Kubota has big plans in the near future! They have made a discreet announcement that in the near future "1-2 years" they will have a new lineup of tractors that will go all the way to the 250hp range. For some reason kubota is obsessed with John deere and they want to get into the bigger market. Personally I think Kubota should stay out of this market unless they make some major changes. I used to bleed orange all of my tractors were orange. My past few tractors however have not been as good as my old kubotas! This is why I have been looking to other brands. Don't get me wrong the kubotas still have certain perks that I like but they don't seem to have the power that the manual and dealer claims they have.
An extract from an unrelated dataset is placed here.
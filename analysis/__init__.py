"""LatentDesk numeric core: intake, preprocessing, PCA, diagnostics, rank choice.

Depends on numpy, scipy and pandas only; never on web or storage code.
"""

__version__ = "0.1.0"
I am mostly picking on the 9540 series I've had two so far and I just don't care for them!!


----------



## swmnhay (Jun 13, 2008)

I've heard the rumor a couple yrs ago also from a Kubota dealer.I hope they do start making them.If for nothing else to keep JD from having a monopoly.Imagine what we would be paying if only 1 brand out there?
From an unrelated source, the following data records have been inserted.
"""Hotelling's T2, SPE (Q residual), their confidence limits and contributions.

Pure functions on arrays, plus ``explain_sample`` which turns the
contributions of one sample into a ranked plain-language explanation.

References
----------
Tracy, N.D., Young, J.C., Mason, R.L. (1992) Multivariate control charts for
    individual observations. Journal of Quality Technology 24(2), 88-95.
Jackson, J.E., Mudholkar, G.S. (1979) Control procedures for residuals
    associated with principal component analysis. Technometrics 21(3), 341-349.
Box, G.E.P. (1954) Some theorems on quadratic forms applied in the study of
    analysis of variance problems I. Annals of Mathematical Statistics 25, 290-302.
Nomikos, P., MacGregor, J.F. (1995) Multivariate SPC charts for monitoring
    batch processes. Technometrics 37(1), 41-59.
Westerhuis, J.A., Gurden, S.P., Smilde, A.K. (2000) Generalized contribution
    plots in multivariate statistical process monitoring. Chemometrics and
    Intelligent Laboratory Systems 51, 95-114.
"""

from __future__ import annotations

import numpy as np
from scipy import stats

from analysis.errors import InputError

SPE_METHODS = ("jackson-mudholkar", "box")


def check_confidence(confidence: float) -> float:
    """Return ``confidence`` as float, or raise InputError unless 0 < confidence < 1."""
    try:
        value = float(confidence)
    except (TypeError, ValueError) as exc:
        raise InputError(f"confidence={confidence!r} is not a number") from exc
    if not 0.0 < value < 1.0:
        raise InputError(f"confidence={confidence!r} must lie strictly between 0 and 1 (e.g. 0.95)")
    return value


def hotelling_t2(scores: np.ndarray, eigenvalues: np.ndarray) -> np.ndarray:
    """T2 = sum_a t_a^2 / lambda_a over the A columns of ``scores`` (m, A) -> (m,)."""
    scores = np.atleast_2d(scores)
    lam = np.asarray(eigenvalues, dtype=float)[: scores.shape[1]]
    return np.einsum("ia,ia->i", scores, scores / lam)


def t2_limit(n: int, n_components: int, confidence: float, new: bool = False) -> float:
    """Upper confidence limit of Hotelling's T2 for a model of ``n`` training samples.

    Training samples (``new=False``), Tracy, Young & Mason (1992):
        T2 ~ ((n-1)^2 / n) Beta(A/2, (n-A-1)/2).
    New samples (``new=True``), same paper; NIST/SEMATECH e-Handbook 6.5.4.3:
        T2 ~ A (n+1)(n-1) / (n (n-A)) F(A, n-A).
    """
    confidence = check_confidence(confidence)
    n, a = int(n), int(n_components)
    if a < 1:
        raise InputError(f"the T2 limit needs at least one component, got {a}")
    if new:
        if n - a < 1:
            raise InputError(f"the new-sample T2 limit needs more samples than components (n={n}, A={a})")
        return float(a * (n + 1) * (n - 1) / (n * (n - a)) * stats.f.ppf(confidence, a, n - a))
    if n - a - 1 < 1:
        raise InputError(
            f"the training T2 limit needs at least A+2 samples (n={n}, A={a}); use fewer components"
        )
    return float((n - 1) ** 2 / n * stats.beta.ppf(confidence, a / 2, (n - a - 1) / 2))


def spe_limit(discarded_eigenvalues, confidence: float, method: str = "jackson-mudholkar") -> float:
    """Upper confidence limit of SPE from the eigenvalues of the discarded components.

    theta_i = sum of discarded lambda^i (i = 1, 2, 3).

    ``jackson-mudholkar`` (Jackson & Mudholkar 1979):
        h0 = 1 - 2 theta1 theta3 / (3 theta2^2)
        Q = theta1 [c sqrt(2 theta2 h0^2) / theta1 + 1 + theta2 h0 (h0 - 1) / theta1^2]^(1/h0)
      with c the standard normal quantile. The normal approximation of
      (Q/theta1)^h0 needs h0 > 0; in the rare case h0 <= 0 (one discarded
      eigenvalue dominating very many small ones) the Box limit is returned.
    ``box`` (Box 1954; Nomikos & MacGregor 1995): Q ~ g chi2(h), g = theta2/theta1,
        h = theta1^2 / theta2.

    When nothing is discarded (all the components the data allow are in the
    model) the training data are reproduced exactly, every training SPE is 0,
    and the limit is 0: any new sample off the model plane is flagged.
    """
    confidence = check_confidence(confidence)
    if method not in SPE_METHODS:
        raise InputError(f"SPE limit method={method!r} is not one of {', '.join(SPE_METHODS)}")
    lam = np.clip(np.asarray(discarded_eigenvalues, dtype=float), 0.0, None)
    theta1, theta2, theta3 = (float(np.sum(lam**i)) for i in (1, 2, 3))
    if theta1 <= 0.0 or theta2 <= 0.0:
        return 0.0
    h0 = 1.0 - 2.0 * theta1 * theta3 / (3.0 * theta2**2)
    if method == "box" or h0 <= 0.0:
        g, h = theta2 / theta1, theta1**2 / theta2
        return float(g * stats.chi2.ppf(confidence, h))
    c = stats.norm.ppf(confidence)
    base = c * np.sqrt(2.0 * theta2 * h0**2) / theta1 + 1.0 + theta2 * h0 * (h0 - 1.0) / theta1**2
    return float(theta1 * base ** (1.0 / h0))


def t2_contributions(z: np.ndarray, loadings: np.ndarray, eigenvalues: np.ndarray) -> np.ndarray:
    """Per-variable contributions to T2 (Westerhuis, Gurden & Smilde 2000, eq. for T2).

    c_j = sum_a (t_a / lambda_a) p_ja z_j with t = P'z; they sum to T2 over j.
    ``z`` is one preprocessed, complete row (p,) or several (m, p).
    """
    z = np.asarray(z, dtype=float)
    lam = np.asarray(eigenvalues, dtype=float)[: loadings.shape[1]]
    t = z @ loadings
    return z * ((t / lam) @ loadings.T)


def spe_contributions(residuals: np.ndarray) -> np.ndarray:
    """Per-variable contributions to SPE: squared residuals (0 where missing); they sum to SPE."""
    r = np.asarray(residuals, dtype=float)
    return np.where(np.isnan(r), 0.0, r * r)


def explain_sample(model, x, sample_id=None, top: int = 3) -> dict:
    """Ranked plain-language explanation of why one sample lies where it does.

    ``x`` is one raw row (as given to ``model.transform``). When ``sample_id``
    is one of the model's training samples the training T2 limit is used,
    otherwise the new-sample limit. The statistic that exceeds its limit by
    the larger ratio decides which contributions are explained (T2: position
    within the model, Westerhuis et al. 2000; SPE: distance from the model).

    Returns a dict with "sentence", "t2", "spe", "t2_limit", "spe_limit",
    "driver" ("t2" or "spe"), and "variables": one dict per variable ranked by
    the absolute contribution to the driving statistic, with keys variable,
    spe_contribution, t2_contribution, residual, standardized_value (SD of
    the training data from the training mean; after log10 where chosen).
    """
    row = model._one_row(x)
    is_training = sample_id is not None and str(sample_id) in set(model.sample_ids_)
    z = model.preprocess(row)[0]
    z_full, residual = model._filled_row(z)
    t2 = float(hotelling_t2(z_full @ model.loadings_, model.eigenvalues_)[0])
    spe_c = spe_contributions(residual)
    spe = float(spe_c.sum())
    t2_c = t2_contributions(z_full, model.loadings_, model.eigenvalues_)
    t2_lim = model.t2_limit(new=not is_training)
    spe_lim = model.spe_limit()
    # Standardised value in SD units of the training data; residual in the same units.
    to_sd = model.scale_ / model.sd_
    standardized = z * to_sd
    residual_sd = residual * to_sd

    t2_ratio = t2 / t2_lim
    spe_ratio = spe / spe_lim if spe_lim > 0 else (np.inf if spe > 0 else 0.0)
    driver = "spe" if spe_ratio > t2_ratio else "t2"
    drive = spe_c if driver == "spe" else t2_c
    order = np.argsort(-np.abs(drive), kind="stable")
    names = model.variable_names_
    variables = [
        {
            "variable": names[j],
            "spe_contribution": float(spe_c[j]),
            "t2_contribution": float(t2_c[j]),
            "residual": None if np.isnan(residual[j]) else float(residual[j]),
            "standardized_value": None if np.isnan(standardized[j]) else float(standardized[j]),
        }
        for j in order
    ]

    def phrase(j: int) -> str:
        if driver == "spe":
            r = residual_sd[j]
            return f"{names[j]}, {abs(r):.1f} SD {'higher' if r > 0 else 'lower'} than the model predicts"
        s = standardized[j]
        if np.isnan(s):
            return f"{names[j]} (missing, estimated by the model)"
        return f"{names[j]}, {abs(s):.1f} SD {'above' if s > 0 else 'below'} the mean"

    chosen = [j for j in order if drive[j] > 0][: max(int(top), 1)]
    reasons = "; ".join(phrase(j) for j in chosen)
    level = f"{model.confidence:.0%}"
    t2_text = f"T² {t2:.3g}, {level} limit {t2_lim:.3g}"
    spe_text = f"SPE {spe:.3g}, {level} limit {spe_lim:.3g}"
    if t2 > t2_lim or spe > spe_lim:
        if driver == "t2":
            head = f"Far out within the model ({t2_text}) mainly because of "
        else:
            head = f"Poorly described by the model ({spe_text}) mainly because of "
        sentence = head + (reasons or "no single variable") + "."
    else:
        sentence = f"Within both limits ({t2_text}; {spe_text})."
        if reasons:
            sentence += f" Largest deviations: {reasons}."
    return {
        "sentence": sentence,
        "t2": t2,
        "spe": spe,
        "t2_limit": t2_lim,
        "spe_limit": spe_lim,
        "driver": driver,
        "variables": variables,
    }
Look at seed industry and fertilizer industry.They want as much as they can squeeze out of us not just a reasonable profit.


----------



## Teslan (Aug 20, 2011)

swmnhay said:


> I've heard the rumor a couple yrs ago also from a Kubota dealer.I hope they do start making them.If for nothing else to keep JD from having a monopoly.Imagine what we would be paying if only 1 brand out there?
> 
> Look at seed industry and fertilizer industry.They want as much as they can squeeze out of us not just a reasonable profit.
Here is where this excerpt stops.